Collected data
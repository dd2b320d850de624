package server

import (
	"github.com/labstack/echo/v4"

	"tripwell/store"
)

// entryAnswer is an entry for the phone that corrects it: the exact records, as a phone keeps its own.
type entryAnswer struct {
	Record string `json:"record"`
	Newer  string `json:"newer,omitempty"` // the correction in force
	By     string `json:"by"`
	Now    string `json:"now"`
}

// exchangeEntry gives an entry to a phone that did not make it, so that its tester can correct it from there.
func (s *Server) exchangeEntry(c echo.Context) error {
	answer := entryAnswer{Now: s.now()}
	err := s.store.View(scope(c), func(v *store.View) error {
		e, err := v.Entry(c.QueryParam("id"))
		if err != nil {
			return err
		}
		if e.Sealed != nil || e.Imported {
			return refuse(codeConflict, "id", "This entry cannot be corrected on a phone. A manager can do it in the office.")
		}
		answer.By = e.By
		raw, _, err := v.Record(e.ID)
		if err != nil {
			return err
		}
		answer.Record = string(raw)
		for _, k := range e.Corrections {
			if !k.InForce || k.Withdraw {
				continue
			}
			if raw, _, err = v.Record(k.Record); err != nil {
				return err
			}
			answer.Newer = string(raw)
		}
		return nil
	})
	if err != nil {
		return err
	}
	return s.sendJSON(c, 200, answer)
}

==

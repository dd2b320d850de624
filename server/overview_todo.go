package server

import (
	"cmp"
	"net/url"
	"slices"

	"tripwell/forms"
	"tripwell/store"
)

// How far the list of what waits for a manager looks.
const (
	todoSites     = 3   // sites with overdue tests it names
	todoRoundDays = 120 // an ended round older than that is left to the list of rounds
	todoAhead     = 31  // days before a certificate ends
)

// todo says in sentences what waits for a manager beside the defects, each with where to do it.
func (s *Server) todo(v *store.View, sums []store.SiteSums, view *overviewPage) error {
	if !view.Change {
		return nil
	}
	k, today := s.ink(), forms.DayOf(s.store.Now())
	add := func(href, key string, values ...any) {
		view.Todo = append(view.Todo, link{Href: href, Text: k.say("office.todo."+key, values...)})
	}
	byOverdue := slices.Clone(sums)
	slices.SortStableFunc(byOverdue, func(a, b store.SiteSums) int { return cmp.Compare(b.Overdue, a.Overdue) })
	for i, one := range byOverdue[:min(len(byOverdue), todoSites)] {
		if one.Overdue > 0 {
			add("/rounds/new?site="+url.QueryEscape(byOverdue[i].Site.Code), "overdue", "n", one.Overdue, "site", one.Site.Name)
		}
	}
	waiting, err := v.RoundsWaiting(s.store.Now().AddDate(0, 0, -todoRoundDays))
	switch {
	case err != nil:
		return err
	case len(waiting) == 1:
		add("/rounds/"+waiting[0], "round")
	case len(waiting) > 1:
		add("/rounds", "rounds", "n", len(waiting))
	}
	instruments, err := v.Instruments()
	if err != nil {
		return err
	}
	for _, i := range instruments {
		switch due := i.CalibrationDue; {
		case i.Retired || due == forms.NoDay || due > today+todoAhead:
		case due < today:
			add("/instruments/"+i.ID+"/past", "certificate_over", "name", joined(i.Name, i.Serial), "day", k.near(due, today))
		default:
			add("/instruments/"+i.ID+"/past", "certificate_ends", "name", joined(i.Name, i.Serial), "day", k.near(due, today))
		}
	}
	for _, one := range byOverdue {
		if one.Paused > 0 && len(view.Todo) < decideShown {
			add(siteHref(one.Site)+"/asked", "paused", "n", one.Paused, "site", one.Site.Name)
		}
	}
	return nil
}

...

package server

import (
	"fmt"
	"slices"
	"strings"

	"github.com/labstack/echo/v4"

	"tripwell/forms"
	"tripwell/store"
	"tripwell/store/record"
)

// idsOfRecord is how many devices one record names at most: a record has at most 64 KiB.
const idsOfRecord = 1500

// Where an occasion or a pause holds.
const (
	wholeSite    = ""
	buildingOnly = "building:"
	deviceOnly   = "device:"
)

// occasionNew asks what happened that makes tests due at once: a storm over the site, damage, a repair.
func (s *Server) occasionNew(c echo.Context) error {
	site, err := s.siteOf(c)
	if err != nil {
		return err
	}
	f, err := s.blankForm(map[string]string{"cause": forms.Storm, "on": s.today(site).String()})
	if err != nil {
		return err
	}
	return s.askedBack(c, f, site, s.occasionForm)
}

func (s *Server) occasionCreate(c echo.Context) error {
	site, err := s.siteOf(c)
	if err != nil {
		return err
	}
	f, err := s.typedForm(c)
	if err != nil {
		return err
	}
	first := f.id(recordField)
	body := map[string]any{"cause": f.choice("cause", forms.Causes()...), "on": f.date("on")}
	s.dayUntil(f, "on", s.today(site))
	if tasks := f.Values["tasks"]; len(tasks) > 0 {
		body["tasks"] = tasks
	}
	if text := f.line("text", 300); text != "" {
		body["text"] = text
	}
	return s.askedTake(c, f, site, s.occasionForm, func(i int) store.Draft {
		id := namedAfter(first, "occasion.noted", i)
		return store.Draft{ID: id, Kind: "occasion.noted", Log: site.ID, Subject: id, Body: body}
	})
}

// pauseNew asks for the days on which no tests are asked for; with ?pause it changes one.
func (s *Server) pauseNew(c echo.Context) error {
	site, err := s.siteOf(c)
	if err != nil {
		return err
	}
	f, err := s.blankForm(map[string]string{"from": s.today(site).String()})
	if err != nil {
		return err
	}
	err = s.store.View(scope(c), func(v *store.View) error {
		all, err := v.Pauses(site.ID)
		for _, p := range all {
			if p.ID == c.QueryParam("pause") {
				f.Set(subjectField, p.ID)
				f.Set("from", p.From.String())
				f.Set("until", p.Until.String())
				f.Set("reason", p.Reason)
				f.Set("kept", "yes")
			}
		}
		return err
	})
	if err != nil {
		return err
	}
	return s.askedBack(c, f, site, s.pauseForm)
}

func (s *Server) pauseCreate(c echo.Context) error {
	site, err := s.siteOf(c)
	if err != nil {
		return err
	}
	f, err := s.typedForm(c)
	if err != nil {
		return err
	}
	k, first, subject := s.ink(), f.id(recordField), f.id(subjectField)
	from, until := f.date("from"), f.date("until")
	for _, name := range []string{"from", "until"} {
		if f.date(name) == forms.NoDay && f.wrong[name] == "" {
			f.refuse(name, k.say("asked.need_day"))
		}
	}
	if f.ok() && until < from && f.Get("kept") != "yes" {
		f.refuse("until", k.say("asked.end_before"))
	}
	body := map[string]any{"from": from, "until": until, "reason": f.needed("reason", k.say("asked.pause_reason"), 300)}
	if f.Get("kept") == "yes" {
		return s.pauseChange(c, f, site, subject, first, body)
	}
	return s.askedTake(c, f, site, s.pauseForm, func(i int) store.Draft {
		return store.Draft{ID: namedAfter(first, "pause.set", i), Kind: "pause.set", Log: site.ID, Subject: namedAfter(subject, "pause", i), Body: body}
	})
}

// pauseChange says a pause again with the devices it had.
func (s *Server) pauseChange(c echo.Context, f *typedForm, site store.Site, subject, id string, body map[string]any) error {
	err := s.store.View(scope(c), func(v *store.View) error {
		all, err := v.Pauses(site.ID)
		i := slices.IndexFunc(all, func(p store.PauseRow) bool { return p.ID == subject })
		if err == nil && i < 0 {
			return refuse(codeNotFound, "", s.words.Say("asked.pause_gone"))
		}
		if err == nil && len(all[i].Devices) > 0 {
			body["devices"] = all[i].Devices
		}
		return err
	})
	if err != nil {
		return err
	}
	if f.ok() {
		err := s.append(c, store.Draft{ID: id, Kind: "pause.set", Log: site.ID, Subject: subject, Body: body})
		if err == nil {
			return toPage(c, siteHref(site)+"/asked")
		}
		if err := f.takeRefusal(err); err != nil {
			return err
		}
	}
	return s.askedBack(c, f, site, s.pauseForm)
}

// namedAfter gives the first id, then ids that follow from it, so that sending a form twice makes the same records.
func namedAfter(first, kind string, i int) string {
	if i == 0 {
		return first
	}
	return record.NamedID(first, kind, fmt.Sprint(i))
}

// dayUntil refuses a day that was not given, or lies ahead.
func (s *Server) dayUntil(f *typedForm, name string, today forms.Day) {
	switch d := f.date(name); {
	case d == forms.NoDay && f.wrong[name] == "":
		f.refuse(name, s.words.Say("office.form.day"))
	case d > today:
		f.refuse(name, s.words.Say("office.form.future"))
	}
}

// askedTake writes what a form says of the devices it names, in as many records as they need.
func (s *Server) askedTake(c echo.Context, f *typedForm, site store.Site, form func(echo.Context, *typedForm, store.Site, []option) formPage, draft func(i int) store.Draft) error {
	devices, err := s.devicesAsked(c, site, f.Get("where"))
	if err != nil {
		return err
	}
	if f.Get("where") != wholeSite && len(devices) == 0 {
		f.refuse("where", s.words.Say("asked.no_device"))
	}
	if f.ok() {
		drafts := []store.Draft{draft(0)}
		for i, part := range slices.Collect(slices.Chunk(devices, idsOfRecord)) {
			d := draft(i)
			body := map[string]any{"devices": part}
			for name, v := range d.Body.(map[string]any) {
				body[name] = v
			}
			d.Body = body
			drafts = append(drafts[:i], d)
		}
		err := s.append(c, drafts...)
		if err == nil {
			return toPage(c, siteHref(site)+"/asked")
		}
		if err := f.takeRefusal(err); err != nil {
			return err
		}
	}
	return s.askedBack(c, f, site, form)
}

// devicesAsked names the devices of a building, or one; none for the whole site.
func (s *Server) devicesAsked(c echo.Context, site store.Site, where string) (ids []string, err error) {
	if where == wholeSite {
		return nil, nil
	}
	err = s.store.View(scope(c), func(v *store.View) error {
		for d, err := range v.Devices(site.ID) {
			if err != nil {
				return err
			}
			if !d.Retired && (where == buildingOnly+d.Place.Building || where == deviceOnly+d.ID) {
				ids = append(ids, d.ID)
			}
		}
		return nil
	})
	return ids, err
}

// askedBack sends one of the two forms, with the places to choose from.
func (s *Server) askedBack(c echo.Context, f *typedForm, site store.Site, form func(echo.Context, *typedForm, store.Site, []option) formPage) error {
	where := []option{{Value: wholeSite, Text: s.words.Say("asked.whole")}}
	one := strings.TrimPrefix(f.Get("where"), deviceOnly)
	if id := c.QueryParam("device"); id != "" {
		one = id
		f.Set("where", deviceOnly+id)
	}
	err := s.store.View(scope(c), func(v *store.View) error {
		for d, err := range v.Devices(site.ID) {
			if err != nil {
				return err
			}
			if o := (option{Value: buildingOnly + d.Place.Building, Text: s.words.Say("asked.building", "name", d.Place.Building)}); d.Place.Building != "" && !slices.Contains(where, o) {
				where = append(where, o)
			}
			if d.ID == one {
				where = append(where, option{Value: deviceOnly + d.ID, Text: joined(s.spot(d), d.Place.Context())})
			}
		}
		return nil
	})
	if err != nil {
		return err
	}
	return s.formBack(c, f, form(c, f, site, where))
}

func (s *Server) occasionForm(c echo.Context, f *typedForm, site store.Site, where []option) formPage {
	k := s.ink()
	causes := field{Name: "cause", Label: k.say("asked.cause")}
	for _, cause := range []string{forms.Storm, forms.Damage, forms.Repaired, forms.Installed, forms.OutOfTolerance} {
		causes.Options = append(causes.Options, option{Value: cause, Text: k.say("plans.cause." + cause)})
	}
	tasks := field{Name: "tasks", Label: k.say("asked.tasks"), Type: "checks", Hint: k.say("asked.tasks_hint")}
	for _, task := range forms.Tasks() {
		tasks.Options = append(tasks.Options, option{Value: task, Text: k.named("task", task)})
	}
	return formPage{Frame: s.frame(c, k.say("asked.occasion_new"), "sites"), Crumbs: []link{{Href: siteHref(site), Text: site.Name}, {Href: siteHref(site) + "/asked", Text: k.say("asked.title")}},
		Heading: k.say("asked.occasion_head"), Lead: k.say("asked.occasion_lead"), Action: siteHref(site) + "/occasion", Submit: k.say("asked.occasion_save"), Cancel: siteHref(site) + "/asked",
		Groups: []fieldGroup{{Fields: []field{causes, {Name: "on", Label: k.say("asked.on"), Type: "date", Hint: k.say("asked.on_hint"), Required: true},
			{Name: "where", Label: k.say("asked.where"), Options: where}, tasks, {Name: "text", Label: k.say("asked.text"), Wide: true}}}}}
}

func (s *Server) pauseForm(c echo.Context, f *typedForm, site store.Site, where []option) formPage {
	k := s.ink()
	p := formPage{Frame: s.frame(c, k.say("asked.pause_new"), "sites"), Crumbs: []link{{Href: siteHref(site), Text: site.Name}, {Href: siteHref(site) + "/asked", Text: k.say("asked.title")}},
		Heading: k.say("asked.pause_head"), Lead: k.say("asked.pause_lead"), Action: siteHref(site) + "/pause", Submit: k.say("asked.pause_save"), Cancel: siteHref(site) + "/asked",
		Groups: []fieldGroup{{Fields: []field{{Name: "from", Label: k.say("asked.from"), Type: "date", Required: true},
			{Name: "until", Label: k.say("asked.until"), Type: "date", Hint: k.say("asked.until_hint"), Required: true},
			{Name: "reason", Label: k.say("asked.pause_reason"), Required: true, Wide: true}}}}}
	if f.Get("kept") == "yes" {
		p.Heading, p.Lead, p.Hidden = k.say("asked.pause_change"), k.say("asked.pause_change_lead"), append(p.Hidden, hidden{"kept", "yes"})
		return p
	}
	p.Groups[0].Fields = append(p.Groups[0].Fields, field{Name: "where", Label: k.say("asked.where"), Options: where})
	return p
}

-- Aim of the exercise --
In the records above, find each line that mentions the string "slices", then copy it.

-- Written solution --
	"slices"
	byOverdue := slices.Clone(sums)
	slices.SortStableFunc(byOverdue, func(a, b store.SiteSums) int { return cmp.Compare(b.Overdue, a.Overdue) })
	"slices"
		i := slices.IndexFunc(all, func(p store.PauseRow) bool { return p.ID == subject })
		for i, part := range slices.Collect(slices.Chunk(devices, idsOfRecord)) {
			if o := (option{Value: buildingOnly + d.Place.Building, Text: s.words.Say("asked.building", "name", d.Place.Building)}); d.Place.Building != "" && !slices.Contains(where, o) {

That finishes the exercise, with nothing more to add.